§ What you should do:
Return only the lines of the listing below that run from the line with "barycentre of the" through the line with "func planeSum(terms []orbitPlane, y", both ends included, exactly as written.

╭─ Records

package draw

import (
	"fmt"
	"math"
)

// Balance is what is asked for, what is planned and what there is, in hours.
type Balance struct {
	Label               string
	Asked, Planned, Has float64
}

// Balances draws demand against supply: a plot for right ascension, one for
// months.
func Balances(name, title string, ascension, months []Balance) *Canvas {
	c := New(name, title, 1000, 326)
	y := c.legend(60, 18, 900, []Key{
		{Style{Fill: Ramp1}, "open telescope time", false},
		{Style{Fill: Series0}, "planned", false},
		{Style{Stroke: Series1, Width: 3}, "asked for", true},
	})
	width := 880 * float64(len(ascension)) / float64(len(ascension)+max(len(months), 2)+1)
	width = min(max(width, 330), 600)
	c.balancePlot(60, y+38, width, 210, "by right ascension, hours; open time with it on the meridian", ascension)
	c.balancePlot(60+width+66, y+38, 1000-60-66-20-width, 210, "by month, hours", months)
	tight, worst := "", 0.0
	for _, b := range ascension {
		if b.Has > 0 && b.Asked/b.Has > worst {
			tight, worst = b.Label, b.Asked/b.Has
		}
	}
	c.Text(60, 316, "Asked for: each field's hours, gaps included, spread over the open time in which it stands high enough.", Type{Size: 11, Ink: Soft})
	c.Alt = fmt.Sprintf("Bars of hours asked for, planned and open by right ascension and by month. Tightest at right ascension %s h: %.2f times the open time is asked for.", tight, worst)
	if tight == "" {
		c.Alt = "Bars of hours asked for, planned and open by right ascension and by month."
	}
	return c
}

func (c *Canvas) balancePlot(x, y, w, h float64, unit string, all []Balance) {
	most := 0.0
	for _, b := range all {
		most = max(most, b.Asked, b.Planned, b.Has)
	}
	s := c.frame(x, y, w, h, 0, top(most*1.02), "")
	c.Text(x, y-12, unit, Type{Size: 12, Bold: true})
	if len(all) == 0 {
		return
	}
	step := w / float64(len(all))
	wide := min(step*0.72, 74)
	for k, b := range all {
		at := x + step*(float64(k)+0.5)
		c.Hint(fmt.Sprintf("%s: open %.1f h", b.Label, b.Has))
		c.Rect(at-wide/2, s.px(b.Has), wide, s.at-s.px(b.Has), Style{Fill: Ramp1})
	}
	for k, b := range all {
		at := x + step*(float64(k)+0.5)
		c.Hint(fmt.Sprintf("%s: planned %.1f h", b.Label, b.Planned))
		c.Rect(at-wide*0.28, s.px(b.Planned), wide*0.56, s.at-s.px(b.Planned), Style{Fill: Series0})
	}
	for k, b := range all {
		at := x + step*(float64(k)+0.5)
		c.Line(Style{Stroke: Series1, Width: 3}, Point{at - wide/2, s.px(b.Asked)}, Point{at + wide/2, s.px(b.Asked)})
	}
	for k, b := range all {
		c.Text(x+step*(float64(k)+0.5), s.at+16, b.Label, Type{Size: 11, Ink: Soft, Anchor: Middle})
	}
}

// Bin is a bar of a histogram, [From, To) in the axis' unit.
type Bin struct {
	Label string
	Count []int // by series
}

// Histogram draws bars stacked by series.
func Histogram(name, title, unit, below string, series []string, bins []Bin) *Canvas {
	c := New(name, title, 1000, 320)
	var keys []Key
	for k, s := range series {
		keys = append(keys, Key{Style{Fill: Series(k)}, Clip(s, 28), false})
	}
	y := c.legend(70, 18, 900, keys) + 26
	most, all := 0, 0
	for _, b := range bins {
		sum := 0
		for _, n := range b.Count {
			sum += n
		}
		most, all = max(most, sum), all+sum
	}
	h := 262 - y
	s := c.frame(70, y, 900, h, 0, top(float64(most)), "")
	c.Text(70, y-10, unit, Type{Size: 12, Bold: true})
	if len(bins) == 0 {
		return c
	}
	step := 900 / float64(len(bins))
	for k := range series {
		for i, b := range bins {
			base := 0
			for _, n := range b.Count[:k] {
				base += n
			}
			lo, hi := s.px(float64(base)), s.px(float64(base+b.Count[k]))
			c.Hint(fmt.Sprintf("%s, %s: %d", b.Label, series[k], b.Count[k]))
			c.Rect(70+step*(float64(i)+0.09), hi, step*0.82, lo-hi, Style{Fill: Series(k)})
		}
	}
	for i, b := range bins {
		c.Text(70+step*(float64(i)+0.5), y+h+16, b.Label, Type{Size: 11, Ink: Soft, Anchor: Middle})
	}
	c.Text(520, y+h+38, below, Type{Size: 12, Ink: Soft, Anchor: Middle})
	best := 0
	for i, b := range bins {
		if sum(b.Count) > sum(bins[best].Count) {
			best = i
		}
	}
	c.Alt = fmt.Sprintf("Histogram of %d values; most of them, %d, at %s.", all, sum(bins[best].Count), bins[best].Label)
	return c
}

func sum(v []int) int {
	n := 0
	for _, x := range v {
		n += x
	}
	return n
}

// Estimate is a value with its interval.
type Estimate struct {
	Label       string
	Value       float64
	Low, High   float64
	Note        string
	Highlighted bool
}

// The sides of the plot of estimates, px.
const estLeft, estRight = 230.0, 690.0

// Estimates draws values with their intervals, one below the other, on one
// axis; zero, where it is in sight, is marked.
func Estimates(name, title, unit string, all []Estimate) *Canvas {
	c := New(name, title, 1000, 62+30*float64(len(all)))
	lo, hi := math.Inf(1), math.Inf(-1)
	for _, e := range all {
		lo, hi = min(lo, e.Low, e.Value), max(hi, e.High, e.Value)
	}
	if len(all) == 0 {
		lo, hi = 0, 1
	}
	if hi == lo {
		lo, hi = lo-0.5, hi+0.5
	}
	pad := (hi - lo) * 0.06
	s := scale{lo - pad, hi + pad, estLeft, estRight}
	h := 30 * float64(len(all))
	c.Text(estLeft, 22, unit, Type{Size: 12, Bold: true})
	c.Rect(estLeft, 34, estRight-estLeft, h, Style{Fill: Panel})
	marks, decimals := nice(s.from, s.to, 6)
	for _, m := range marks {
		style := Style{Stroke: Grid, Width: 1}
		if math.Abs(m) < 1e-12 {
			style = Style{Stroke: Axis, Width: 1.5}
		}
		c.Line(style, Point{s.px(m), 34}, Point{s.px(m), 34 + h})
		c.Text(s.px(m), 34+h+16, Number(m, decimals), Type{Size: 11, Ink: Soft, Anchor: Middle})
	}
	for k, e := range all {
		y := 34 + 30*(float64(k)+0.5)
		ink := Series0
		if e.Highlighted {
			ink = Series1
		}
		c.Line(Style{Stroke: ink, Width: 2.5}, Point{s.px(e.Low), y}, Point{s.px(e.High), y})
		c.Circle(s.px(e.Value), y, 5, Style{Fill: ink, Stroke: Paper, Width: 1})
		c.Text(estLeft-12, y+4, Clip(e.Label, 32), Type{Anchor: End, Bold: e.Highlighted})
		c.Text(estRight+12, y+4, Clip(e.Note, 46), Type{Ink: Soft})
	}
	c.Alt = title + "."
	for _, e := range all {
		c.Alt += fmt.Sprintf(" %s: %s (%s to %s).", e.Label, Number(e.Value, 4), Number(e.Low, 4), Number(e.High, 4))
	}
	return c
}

╰─
╭─ Records

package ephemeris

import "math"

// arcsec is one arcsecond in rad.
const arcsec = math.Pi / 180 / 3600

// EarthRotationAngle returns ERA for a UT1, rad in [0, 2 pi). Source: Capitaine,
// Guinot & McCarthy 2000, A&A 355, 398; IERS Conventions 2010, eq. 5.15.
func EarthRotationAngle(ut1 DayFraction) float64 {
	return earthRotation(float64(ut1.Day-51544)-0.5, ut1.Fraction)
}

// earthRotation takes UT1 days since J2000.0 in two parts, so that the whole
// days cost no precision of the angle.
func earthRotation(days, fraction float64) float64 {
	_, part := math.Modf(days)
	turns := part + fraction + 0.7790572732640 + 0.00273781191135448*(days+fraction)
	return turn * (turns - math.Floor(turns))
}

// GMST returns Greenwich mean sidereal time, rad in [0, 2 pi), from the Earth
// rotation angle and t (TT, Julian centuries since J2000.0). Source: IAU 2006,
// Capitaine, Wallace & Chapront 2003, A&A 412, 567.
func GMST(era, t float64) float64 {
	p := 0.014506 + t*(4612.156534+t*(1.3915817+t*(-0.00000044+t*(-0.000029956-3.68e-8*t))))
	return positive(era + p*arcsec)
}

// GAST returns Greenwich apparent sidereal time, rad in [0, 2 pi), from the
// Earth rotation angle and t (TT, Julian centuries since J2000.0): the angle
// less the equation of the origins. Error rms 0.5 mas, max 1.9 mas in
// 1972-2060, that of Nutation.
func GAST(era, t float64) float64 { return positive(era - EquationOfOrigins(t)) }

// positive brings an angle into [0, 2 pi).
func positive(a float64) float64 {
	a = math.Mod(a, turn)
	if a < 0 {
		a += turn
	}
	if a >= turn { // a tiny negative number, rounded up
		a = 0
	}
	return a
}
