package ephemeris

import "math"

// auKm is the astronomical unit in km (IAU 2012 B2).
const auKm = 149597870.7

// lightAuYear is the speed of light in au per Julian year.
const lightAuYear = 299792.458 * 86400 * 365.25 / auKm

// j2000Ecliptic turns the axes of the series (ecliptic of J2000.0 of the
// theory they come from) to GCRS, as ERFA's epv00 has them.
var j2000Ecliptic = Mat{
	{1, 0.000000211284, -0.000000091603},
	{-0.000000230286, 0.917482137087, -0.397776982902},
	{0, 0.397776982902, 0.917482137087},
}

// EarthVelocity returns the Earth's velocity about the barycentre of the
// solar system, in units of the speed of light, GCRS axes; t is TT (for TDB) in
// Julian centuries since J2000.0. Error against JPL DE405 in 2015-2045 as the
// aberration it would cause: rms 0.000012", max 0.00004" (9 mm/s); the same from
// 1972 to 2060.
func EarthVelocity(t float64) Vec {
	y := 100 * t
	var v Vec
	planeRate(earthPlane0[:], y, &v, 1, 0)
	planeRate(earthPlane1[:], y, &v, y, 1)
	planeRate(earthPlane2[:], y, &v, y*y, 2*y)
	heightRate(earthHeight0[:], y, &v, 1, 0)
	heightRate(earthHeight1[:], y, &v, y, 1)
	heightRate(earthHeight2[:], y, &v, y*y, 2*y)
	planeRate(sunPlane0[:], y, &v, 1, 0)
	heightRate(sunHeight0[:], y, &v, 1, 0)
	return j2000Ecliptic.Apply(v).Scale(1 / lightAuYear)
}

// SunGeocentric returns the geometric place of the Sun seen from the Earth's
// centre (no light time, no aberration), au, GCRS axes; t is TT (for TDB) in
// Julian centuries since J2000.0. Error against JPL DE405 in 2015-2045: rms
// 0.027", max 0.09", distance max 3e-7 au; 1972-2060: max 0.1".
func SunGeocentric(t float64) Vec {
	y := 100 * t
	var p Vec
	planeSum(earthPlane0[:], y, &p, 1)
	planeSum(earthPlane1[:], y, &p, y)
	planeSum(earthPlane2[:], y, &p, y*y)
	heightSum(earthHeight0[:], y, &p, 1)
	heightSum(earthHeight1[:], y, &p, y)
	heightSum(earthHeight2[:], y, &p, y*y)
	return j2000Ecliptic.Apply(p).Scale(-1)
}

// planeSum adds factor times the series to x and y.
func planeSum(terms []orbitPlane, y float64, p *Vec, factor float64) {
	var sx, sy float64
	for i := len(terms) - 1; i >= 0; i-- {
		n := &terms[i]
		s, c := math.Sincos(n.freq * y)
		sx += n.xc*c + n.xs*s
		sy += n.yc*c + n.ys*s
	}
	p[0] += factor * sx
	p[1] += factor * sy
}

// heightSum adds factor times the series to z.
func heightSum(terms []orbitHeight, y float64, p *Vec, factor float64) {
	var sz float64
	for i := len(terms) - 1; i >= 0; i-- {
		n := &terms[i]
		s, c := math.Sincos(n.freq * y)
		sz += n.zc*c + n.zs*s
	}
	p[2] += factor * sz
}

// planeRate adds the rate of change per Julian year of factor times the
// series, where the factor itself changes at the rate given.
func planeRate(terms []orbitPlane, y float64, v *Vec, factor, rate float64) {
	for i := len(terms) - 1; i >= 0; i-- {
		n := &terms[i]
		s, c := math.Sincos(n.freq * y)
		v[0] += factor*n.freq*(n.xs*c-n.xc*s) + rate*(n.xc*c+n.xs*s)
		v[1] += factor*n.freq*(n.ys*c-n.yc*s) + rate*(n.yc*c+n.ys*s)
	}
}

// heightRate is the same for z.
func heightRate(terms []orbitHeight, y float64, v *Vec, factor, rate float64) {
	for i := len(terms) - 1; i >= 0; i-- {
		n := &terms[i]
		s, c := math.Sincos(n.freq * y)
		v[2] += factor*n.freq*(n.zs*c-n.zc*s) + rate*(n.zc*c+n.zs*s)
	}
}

╰─

§ Task response:
// EarthVelocity returns the Earth's velocity about the barycentre of the
// solar system, in units of the speed of light, GCRS axes; t is TT (for TDB) in
// Julian centuries since J2000.0. Error against JPL DE405 in 2015-2045 as the
// aberration it would cause: rms 0.000012", max 0.00004" (9 mm/s); the same from
// 1972 to 2060.
func EarthVelocity(t float64) Vec {
	y := 100 * t
	var v Vec
	planeRate(earthPlane0[:], y, &v, 1, 0)
	planeRate(earthPlane1[:], y, &v, y, 1)
	planeRate(earthPlane2[:], y, &v, y*y, 2*y)
	heightRate(earthHeight0[:], y, &v, 1, 0)
	heightRate(earthHeight1[:], y, &v, y, 1)
	heightRate(earthHeight2[:], y, &v, y*y, 2*y)
	planeRate(sunPlane0[:], y, &v, 1, 0)
	heightRate(sunHeight0[:], y, &v, 1, 0)
	return j2000Ecliptic.Apply(v).Scale(1 / lightAuYear)
}

// SunGeocentric returns the geometric place of the Sun seen from the Earth's
// centre (no light time, no aberration), au, GCRS axes; t is TT (for TDB) in
// Julian centuries since J2000.0. Error against JPL DE405 in 2015-2045: rms
// 0.027", max 0.09", distance max 3e-7 au; 1972-2060: max 0.1".
func SunGeocentric(t float64) Vec {
	y := 100 * t
	var p Vec
	planeSum(earthPlane0[:], y, &p, 1)
	planeSum(earthPlane1[:], y, &p, y)
	planeSum(earthPlane2[:], y, &p, y*y)
	heightSum(earthHeight0[:], y, &p, 1)
	heightSum(earthHeight1[:], y, &p, y)
	heightSum(earthHeight2[:], y, &p, y*y)
	return j2000Ecliptic.Apply(p).Scale(-1)
}

// planeSum adds factor times the series to x and y.
func planeSum(terms []orbitPlane, y float64, p *Vec, factor float64) {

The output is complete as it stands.